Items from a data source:
──────────
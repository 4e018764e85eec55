package evensun.device;

import static org.assertj.core.api.Assertions.assertThat;
import static org.assertj.core.api.Assertions.within;

import evensun.light.Spectra;
import evensun.light.Spectrum;
import evensun.result.DepthLayer;
import evensun.scenario.Connection;
import evensun.scenario.Scenario;
import evensun.scenario.Source;
import evensun.scenario.reader.ScenarioReader;
import evensun.spi.Finding;
import java.nio.file.Path;
import java.util.List;
import org.jspecify.annotations.Nullable;
import org.junit.jupiter.api.Test;

class ScenarioDeviceTest {

  private static final Spectrum GLOBAL = Spectra.named("AM1.5G");
  private static final List<String> MATERIALS =
      List.of("lead-halide-perovskite", "crystalline-silicon");
  private static final double[] GAPS = {1.68, 1.12};

  private static Scenario scenario(String top, String rest) {
    String text =
        """
        evensun: 1
        title: Tandem
        light: {spectrum: AM1.5G}
        grid: {fromNm: 300, toNm: 1200, stepNm: 5}
        stack:
          - {medium: air}
          - {name: perovskite, material: lead-halide-perovskite, bandgapEv: 1.68, thicknessNm: 500}
          - {name: wafer, material: crystalline-silicon, thicknessNm: 180000, coherence: incoherent}
          - {name: mirror, material: silver}
        subcells:
          - {name: top, absorbers: [perovskite]%s}
          - {name: bottom, absorbers: [wafer]}
        connection: series
        %s
        """
            .formatted(top, rest);
    return ScenarioReader.read(new Source("tandem.yaml", Path.of("."), text));
  }

  private static ScenarioDevice device(Scenario scenario, @Nullable List<DepthLayer> depth) {
    return ScenarioDevice.of(scenario, MATERIALS, GAPS, GLOBAL, depth).orElseThrow();
  }

  /** Witness: the table of usual values; a result needs none of the electrical keys. */
  @Test
  void defaultsGiveACurveAndSaySo() {
    ScenarioDevice device = device(scenario("", ""), null);
    assertThat(device.findings())
        .extracting(Finding::code)
        .containsOnly("radiative-efficiency-assumed")
        .hasSize(2);
    assertThat(device.findings().get(0).message())
        .startsWith(
            "an external radiative efficiency of 0.01 with ideality 1.5 is assumed, usual for"
                + " lead-halide perovskite");
    var found = device.model().analyse(DeviceOptics.ofCurrents(19, 20)).electrical();
    assertThat(found.connection()).isEqualTo("series");
    assertThat(found.temperatureK()).isEqualTo(298.15);
    assertThat(found.curve()).hasSizeGreaterThan(100);
    assertThat(found.vocV()).isBetween(1.9, 2.1);
  }

  @Test
  void writtenValuesCount() {
    ScenarioDevice device =
        device(
            scenario(
                ", externalRadiativeEfficiency: 0.05, idealityFactor: 1.3, shuntOhmCm2: 2000,"
                    + " collectionFraction: 0.97, reverseBreakdownV: 5,"
                    + " luminescentCouplingFraction: 0.1",
                "device: {seriesResistanceOhmCm2: 1.5, temperatureK: 320, saturation: step-edge}"),
            null);
    assertThat(device.model().subcells().get(0))
        .isEqualTo(new SubcellParameters("top", 1.68, 0.05, 1.3, 2000, 0.97, 5, 0.1));
    var found = device.model().analyse(DeviceOptics.ofCurrents(19, 20)).electrical();
    assertThat(found.temperatureK()).isEqualTo(320);
    assertThat(found.pairing()).isEqualTo(Pairing.STEP_EDGE);
  }

  /** Witness: tanh(d/L)/(d/L) for even generation. */
  @Test
  void aDiffusionLengthBecomesACollectedPart() {
    Scenario scenario = scenario(", diffusionLengthNm: 500, collectingFace: rear", "");
    List<Double> depth = List.of(0.0, 100.0, 200.0, 300.0, 400.0, 500.0);
    DepthLayer even = new DepthLayer("perovskite", depth, depth.stream().map(z -> 1.0).toList());
    assertThat(device(scenario, List.of(even)).model().subcells().get(0).collectionFraction())
        .isCloseTo(Math.tanh(1), within(3e-3));
    ScenarioDevice without = device(scenario, null);
    assertThat(without.model().subcells().get(0).collectionFraction()).isEqualTo(1);
    assertThat(without.findings()).extracting(Finding::code).contains("collection-without-depth");
  }

  @Test
  void anAbsorberWithoutAGapHasNoVoltage() {
    assertThat(ScenarioDevice.of(scenario("", ""), MATERIALS, new double[] {1.68, 0}, GLOBAL, null))
        .isEmpty();
  }

  /** Odd but possible inputs give a finding and a defined result. */
  @Test
  void oddDevicesAreFindings() {
    DeviceModel model = device(scenario("", ""), null).model();
    assertThat(codes(model.analyse(DeviceOptics.ofCurrents(0, 20)))).contains("dark-subcell");
    assertThat(codes(model.analyse(DeviceOptics.ofCurrents(0, 0)))).contains("dark-device");
    DeviceAnalysis upsideDown =
        DeviceModel.of(
                List.of(SubcellParameters.ideal("a", 1.1), SubcellParameters.ideal("b", 1.7)),
                DeviceParameters.of(Connection.SERIES),
                GLOBAL)
            .analyse(DeviceOptics.ofCurrents(40, 1));
    assertThat(codes(upsideDown)).contains("gap-order");
    DeviceAnalysis tooGood =
        DeviceModel.of(
                List.of(SubcellParameters.ideal("a", 1.7)),
                DeviceParameters.of(Connection.SERIES),
                GLOBAL)
            .analyse(DeviceOptics.ofCurrents(30));
    assertThat(codes(tooGood)).contains("power-above-limit");
    DeviceAnalysis reverse =
        DeviceModel.of(
                List.of(
                    SubcellParameters.ideal("a", 1.7).withBreakdown(0.3),
                    SubcellParameters.ideal("b", 1.1)),
                DeviceParameters.of(Connection.SERIES),
                GLOBAL)
            .analyse(DeviceOptics.ofCurrents(2, 20));
    assertThat(codes(reverse)).contains("subcell-in-reverse");
  }

  private static List<String> codes(DeviceAnalysis analysis) {
    assertThat(analysis.electrical().efficiencyPercent()).isFinite().isNotNegative();
    return analysis.findings().stream().map(Finding::code).toList();
  }
}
──────────
• What is required
Take the lines above from the one containing "assertThat(found.vocV()).isBetween(1.9, 2.1);" to the one containing "assertThat(device.model().subcells().get(0))" and retype them exactly, both ends included, with nothing added.

• Output below
    assertThat(found.vocV()).isBetween(1.9, 2.1);
  }

  @Test
  void writtenValuesCount() {
    ScenarioDevice device =
        device(
            scenario(
                ", externalRadiativeEfficiency: 0.05, idealityFactor: 1.3, shuntOhmCm2: 2000,"
                    + " collectionFraction: 0.97, reverseBreakdownV: 5,"
                    + " luminescentCouplingFraction: 0.1",
                "device: {seriesResistanceOhmCm2: 1.5, temperatureK: 320, saturation: step-edge}"),
            null);
    assertThat(device.model().subcells().get(0))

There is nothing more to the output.